# Dual Monitor Problem - Second Monitor washed out, very bright



## adblink182 (May 24, 2004)

just getting my dual monitor setup running, and it seems fine, both monitors running off one ati video card (x1600pro), primary monitor running off of DVI and the second running VGA, PC is running Windows XP Media Center

the problem is the second monitor seems washed out, the colours seem over exposed, or too bright however you want to describe it. The first/primary monitor is perfect. I have the silver theme enabled on WinXP, and by default, the highlighting color is gray, I can hardly see the gray on the second monitor when the background is white because its so washed out

any idea how to get this monitor to look the way its suppose to? 

Thanks alot!


----------



## Triple6 (Dec 26, 2002)

If you switch the monitors around, does the problem follow the monitor or does it stay with that connector?


----------



## adblink182 (May 24, 2004)

I'm not sure if this is the right test that i should of done

but I unplugged the DVI cable from the primary monitor, unplugged the VGA cable from the secondary monitor and just plugged the VGA cable into the first monitor and thats it

the result was a perfectly fine display


----------



## Triple6 (Dec 26, 2002)

So both monitors work fine on one connector but both look washed out on the other connector?
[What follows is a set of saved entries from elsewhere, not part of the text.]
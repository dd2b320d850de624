package server

import (
	"encoding/json"
	"testing"

	v2 "github.com/go-json-experiment/json"
	"github.com/go-json-experiment/json/jsontext"
)

func TestExactText_KeepsEveryByte(t *testing.T) {
	type holder struct {
		Record exactText `json:"record"`
	}
	for _, c := range []struct{ wire, want string }{
		{`"plain"`, "plain"},
		{`""`, ""},
		{`"a\"b\\c\/d\b\f\n\r\t"`, "a\"b\\c/d\b\f\n\r\t"},
		{`"\u00e9\u00E9\u20ac"`, "éé€"},
		{`"\ud83d\ude00"`, "😀"},
		{`"\ud83d"`, "\xed\xa0\xbd"},
		{`"\ud83dx\ud83d\u0041"`, "\xed\xa0\xbdx\xed\xa0\xbdA"},
		{"\"bad \xff\xfe byte\"", "bad \xff\xfe byte"},
	} {
		var got holder
		if err := v2.Unmarshal([]byte(`{"record":`+c.wire+`}`), &got, jsontext.AllowInvalidUTF8(true)); err != nil {
			t.Errorf("%s: %v", c.wire, err)
			continue
		}
		if string(got.Record) != c.want {
			t.Errorf("%s: got %q, want %q", c.wire, got.Record, c.want)
		}
	}
}

func FuzzExactText(f *testing.F) {
	for _, s := range []string{"", "plain", "é\u2028", "\"\\\b", "\x00\x1f", "😀"} {
		f.Add(s)
	}
	f.Fuzz(func(t *testing.T, s string) {
		wire, err := json.Marshal(s)
		if err != nil {
			t.Skip()
		}
		var want string
		if err := json.Unmarshal(wire, &want); err != nil {
			t.Skip()
		}
		var got exactText
		if err := got.UnmarshalJSON(wire); err != nil || string(got) != want {
			t.Errorf("%s: got %q, want %q (%v)", wire, got, want, err)
		}
	})
}
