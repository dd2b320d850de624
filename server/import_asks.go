package server

import (
	"cmp"
	"maps"
	"slices"
	"strconv"
	"strings"

	"tripwell/export/intake"
	"tripwell/export/register"
	"tripwell/forms"
)

// previewAsks are the questions about the whole file: only those that matter for it.
func (s *Server) previewAsks(view *previewPage, u upload, r register.Report) {
	k, m := s.ink(), u.mapping
	if r.Ambiguous > 0 || m.Dates != intake.UnknownOrder {
		hint := ""
		if r.Ambiguous > 0 {
			hint = k.say("intake.dates_hint", "n", count(r.Ambiguous))
		}
		view.Asks = append(view.Asks, field{Name: "dates", Label: k.say("intake.dates"), Hint: hint,
			Options: choices(string(m.Dates), "", k.say("intake.dates_ask"), "dmy", k.say("intake.dmy"), "mdy", k.say("intake.mdy"))})
	}
	needZone := m.Zone != ""
	for _, site := range r.NewSites {
		needZone = needZone || site.Zone == ""
		view.NewSites = append(view.NewSites, siteOffer{site.Code, cmp.Or(site.Name, site.Code), count(site.Rows)})
	}
	if needZone {
		view.Asks = append(view.Asks, field{Name: "zone", Type: "text", Label: k.say("intake.zone"), Hint: k.say("intake.zone_hint"), Value: m.Zone, Known: zonesOffered})
	}
	kindless := m.Kind != ""
	for _, t := range r.Tables {
		named := t.Skipped != "" || t.Header == 0
		for _, column := range t.Columns {
			named = named || column.Name == "kind"
		}
		kindless = kindless || !named
	}
	if kindless {
		view.Asks = append(view.Asks, field{Name: "kind", Label: k.say("intake.kind"), Hint: k.say("intake.kind_hint"), Options: s.kindOptions(m.Kind, k.say("intake.kind_none"))})
	}
	ask := func(word, rows, chosen string) {
		if n := len(view.Kinds); n < kindsOnPage {
			view.Kinds = append(view.Kinds, kindAsk{N: n, Word: word, Rows: rows,
				Select: field{Name: "k." + strconv.Itoa(n), Label: k.say("intake.kind_of", "word", word), Options: s.kindOptions(chosen, k.say("intake.kind_unknown"))}})
		}
	}
	for _, word := range r.Kinds {
		ask(word.Word, k.say("intake.rows", "n", count(word.Rows)), "")
	}
	for _, word := range slices.Sorted(maps.Keys(m.Kinds)) {
		ask(word, "", m.Kinds[word])
	}
}

func (s *Server) kindOptions(chosen, none string) []option {
	pairs := []string{"", none}
	for _, kind := range forms.Kinds() {
		pairs = append(pairs, kind, s.words.Say("kind."+kind))
	}
	return choices(chosen, pairs...)
}

// previewSheets are the sheets and, once for all of them, their columns.
func (s *Server) previewSheets(view *previewPage, u upload, r register.Report) {
	k := s.ink()
	offered := []string{"", k.say("intake.not_read")}
	for _, name := range register.ColumnNames() {
		offered = append(offered, name, k.say("intake.column."+name))
	}
	seen := map[string]bool{}
	for n, t := range r.Tables {
		i := "." + strconv.Itoa(n)
		ask := sheetAsk{N: n, Name: t.Sheet, State: k.say("intake.rows", "n", count(t.Rows)),
			Header: field{Name: "header" + i, Type: "number", Label: k.say("intake.header"), Value: textOf(t.Header)},
			Site:   field{Name: "site" + i, Type: "text", Label: k.say("intake.site"), Hint: k.say("intake.site_hint"), Value: t.Site},
			Skip:   field{Name: "skip" + i, Type: "check", Label: k.say("intake.skip")},
		}
		for _, said := range u.mapping.Sheets {
			if said.Name == t.Sheet {
				ask.HeaderSaid, ask.SiteSaid = textOf(said.Header), said.Site
			}
		}
		if t.Skipped != "" {
			ask.State = k.named("intake.skipped", t.Skipped)
		}
		if t.Skipped == "asked" {
			ask.Skip.Value = "yes"
		}
		view.Sheets = append(view.Sheets, ask)
		if t.Skipped != "" {
			continue
		}
		for _, column := range t.Columns {
			label := cmp.Or(intake.Label(column.Key), column.Key)
			if seen[label] || len(view.Columns) == columnsOnPage {
				continue
			}
			seen[label] = true
			id := strconv.Itoa(len(view.Columns))
			view.Columns = append(view.Columns, columnAsk{N: len(view.Columns), Key: column.Key, Heading: cmp.Or(column.Heading, column.Key), Sample: strings.Join(column.Sample, " · "), Known: column.Known,
				Select: field{Name: "c." + id, Label: k.say("intake.column_of", "name", column.Key), Value: column.Name, Options: choices(column.Name, offered...)}})
		}
	}
}

func textOf(n int) string {
	if n == 0 {
		return ""
	}
	return strconv.Itoa(n)
}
If thats the case you may wish to install an updated ATI display driver: http://ati.amd.com/support/drivers/xp/radeonx-xp.html


----------



## adblink182 (May 24, 2004)

no actually, the one monitor when hooked up to the video card through the VGA cable by itself is still washed out 

this monitor was working perfectly before I tried to use the dual monitor setup

the computer detects the model of LCD monitor I'm using, does it save a profile or something about each monitor?


----------



## Triple6 (Dec 26, 2002)

So its the one monitor thats washed out then? Ok, you wouldn't have another computer you could connect it too? Or try resetting the monitor's settings. There should be some buttons to Auto-Configure it, reset it to factory defaults, or adjust the brightness and contrast.


----------



## adblink182 (May 24, 2004)

fixed it! oddly enough the auto config tool on the monitor didnt do anything, I had to hit the "memory recall" option and that fixed it, never had to use that in my life but who cares it works

thanks!


----------